Underinsured Motorist Coverage (UIM):
Underinsured Motorist Coverage helps when the driver at-fault has insufficient liability insurance. Underinsured motorist bodily injury (UIMBI) coverage may pay for you and your passengers’ lost wages, medical expenses and other expenses that exceed the limits of the underinsured driver’s policy in a covered incident.  Underinsured motorist property damage (UIMPD) coverage may pay for damage to your car or other property, such as a fence or mailbox, in a covered incident that exceeds the limits of the underinsured driver’s policy.

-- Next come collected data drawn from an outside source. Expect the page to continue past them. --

@dataclass(frozen=True)
class Ranges:
    """Ranges the cohort's settings are drawn from (uniformly, or from the choices)."""

    heart_rate_bpm: tuple[float, float]
    breathing_rate_per_min: tuple[float, float]
    rsa_depth_ms: tuple[float, float]
    snr_db: tuple[float, float]
    duration_s: tuple[float, ...]
    fs_hz: tuple[float, ...]
    supports: tuple[str, ...]
    body_mass_kg: tuple[float, float]
    lf_variability: tuple[float, float]
    movement_max: int
    ectopic_max: float
    sensors: tuple[str | None, ...]
    respiration_force_n: tuple[float, float] = (1.5, 1.5)
    """Breathing force on the support (N), drawn log-uniformly: shallow to heavy breathing,
    whose swing can dwarf the heartbeat (the simulator's default is 1.5 N)."""


TRAIN_RANGES = Ranges(
    heart_rate_bpm=(48.0, 105.0), breathing_rate_per_min=(6.0, 20.0),
    rsa_depth_ms=(0.0, 160.0), snr_db=(-2.0, 20.0), duration_s=(120.0, 180.0, 240.0, 300.0),
    fs_hz=(100.0, 250.0, 500.0), supports=("cushion", "firm", "rigid", "ringing"),
    body_mass_kg=(50.0, 120.0), lf_variability=(0.0, 0.08), movement_max=3,
    ectopic_max=0.08, sensors=(None, None, None, None, "uncalibrated", "ac_coupled"),
    respiration_force_n=(0.5, 8.0),
)
TEST_RANGES = Ranges(
    heart_rate_bpm=(42.0, 115.0), breathing_rate_per_min=(6.0, 24.0),
    rsa_depth_ms=(0.0, 160.0), snr_db=(0.0, 24.0), duration_s=(150.0, 210.0, 270.0, 360.0),
    fs_hz=(125.0, 200.0, 400.0), supports=("cushion", "firm", "rigid", "ringing"),
    body_mass_kg=(45.0, 140.0), lf_variability=(0.0, 0.08), movement_max=4,
    ectopic_max=0.1, sensors=(None, None, None, None, "uncalibrated", "ac_coupled", "one_corner"),
    respiration_force_n=(0.4, 12.0),
)
"""Test ranges: other durations and sampling rates, and wider than training on every axis
but three: RSA depth and slow variability reach the same 160 ms and 0.08 in training, and
breathing starts at 6 /min in both (a narrower training left RMSSD underconfident on the
larger values here and RSA underconfident at slow breathing: docs/validation.md)."""


@dataclass(frozen=True)
class Case:
    settings: SimulationSettings
    sensor: str | None


def build_cases(ranges: Ranges, n: int, seed: int) -> tuple[Case, ...]:
    """``n`` cases drawn from ``ranges``; case ``i`` simulates with seed ``seed + i``."""
    rng = np.random.default_rng(seed)
    cases = []
    for i in range(n):
        def u(lo_hi: tuple[float, float]) -> float:
            return float(rng.uniform(*lo_hi))
        sensor = ranges.sensors[int(rng.integers(len(ranges.sensors)))]
        n_channels = 4 if sensor == "one_corner" or (sensor is None and rng.random() < 0.3) else 1
        settings = SimulationSettings(
            duration_s=float(rng.choice(ranges.duration_s)),
            fs_hz=float(rng.choice(ranges.fs_hz)),
            heart_rate_bpm=u(ranges.heart_rate_bpm),
            breathing_rate_per_min=u(ranges.breathing_rate_per_min),
            rsa_depth_ms=u(ranges.rsa_depth_ms),
            snr_db=u(ranges.snr_db),
            support=str(rng.choice(ranges.supports)),
            body_mass_kg=u(ranges.body_mass_kg),
            lf_variability=u(ranges.lf_variability),
            movement_count=int(rng.integers(ranges.movement_max + 1)),
            ectopic_fraction=float(rng.uniform(0.0, ranges.ectopic_max)) * (rng.random() < 0.5),
            irregular_rhythm=bool(rng.random() < 0.08),
            respiration_force_n=float(np.exp(rng.uniform(*np.log(ranges.respiration_force_n)))),
            n_channels=n_channels,
            seed=seed + i,
        )
        cases.append(Case(settings, sensor))
    return tuple(cases)


# --------------------------------------------------------------------------- truths

def _nn_truth(t: SimulationTruth) -> tuple[np.ndarray, np.ndarray]:
    """True NN intervals (ms) and their adjacent-pair differences (ms)."""
    j = np.asarray(t.j_times_s, dtype=float)
    normal = np.array([k == "normal" for k in t.beat_kinds], dtype=bool)
    iv = np.diff(j) * 1000.0
    ok = normal[1:] & normal[:-1]
    for span in t.artifact_spans:
        ok &= ~((j[1:] > span.start_s) & (j[:-1] < span.end_s))
    diffs = np.diff(iv)[ok[1:] & ok[:-1]]
    return iv[ok], diffs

Medical Payments Coverage (aka Med Pay):
Med pay coverage helps pay medical costs for you and your passengers in the event of a covered auto accident. This may include hospital and ambulance bills, as well as doctor visits and other necessary medical treatments. Medical payments coverage usually covers only those expenses not covered by health insurance, such as copayments, deductibles, etc.

Personal Injury Protection Coverage (PIP):
Personal injury protection may pay medical expenses and other expenses such as lost wages, rehabilitation services, funeral costs and services, such as childcare, that you may be unable to perform due to injuries from a covered accident. Med Pay coverage doesn't cover these other expenses.

Gap Coverage:
Gap coverage applicable if the car has loan or lease. If your insured car is totaled in an accident, or stolen and unrecovered, your auto insurance may give you a settlement based on the car’s actual cash value (ACV), not what you paid for it. Gap coverage may pay the difference between the balance of a lease or loan due on a vehicle and what your insurance company pays if the car is considered a covered total loss.

Let’s say your car cost $35,000 when new, and you currently owe $30,000. If the car is totaled, the ACV of the vehicle may be only $25,000. You have a deductible of $500, so the car accident settlement is $24,500. Your gap insurance may pay the remaining $5,500 on the loan instead of having to come up with the money yourself.   

Roadside Assistance Coverage:
Roadside Assistance coverage provides towing to the nearest qualified repair facility and covers a specified amount of the necessary labor at the place of breakdown when your automobile is disabled due to any of the following:Mechanical or electrical breakdown, flat tire, Dead battery, Insufficient fuel.

Rental Reimbursement Coverage:
How will you get around after an accident? Rental Reimbursement Coverage reimburses you for the cost of renting a car while yours is in the shop. For example, rental reimbursement coverage defined as 30/600 provides a maximum of $30 per day and an overall maximum of $600 during the entire time the vehicle is being repaired.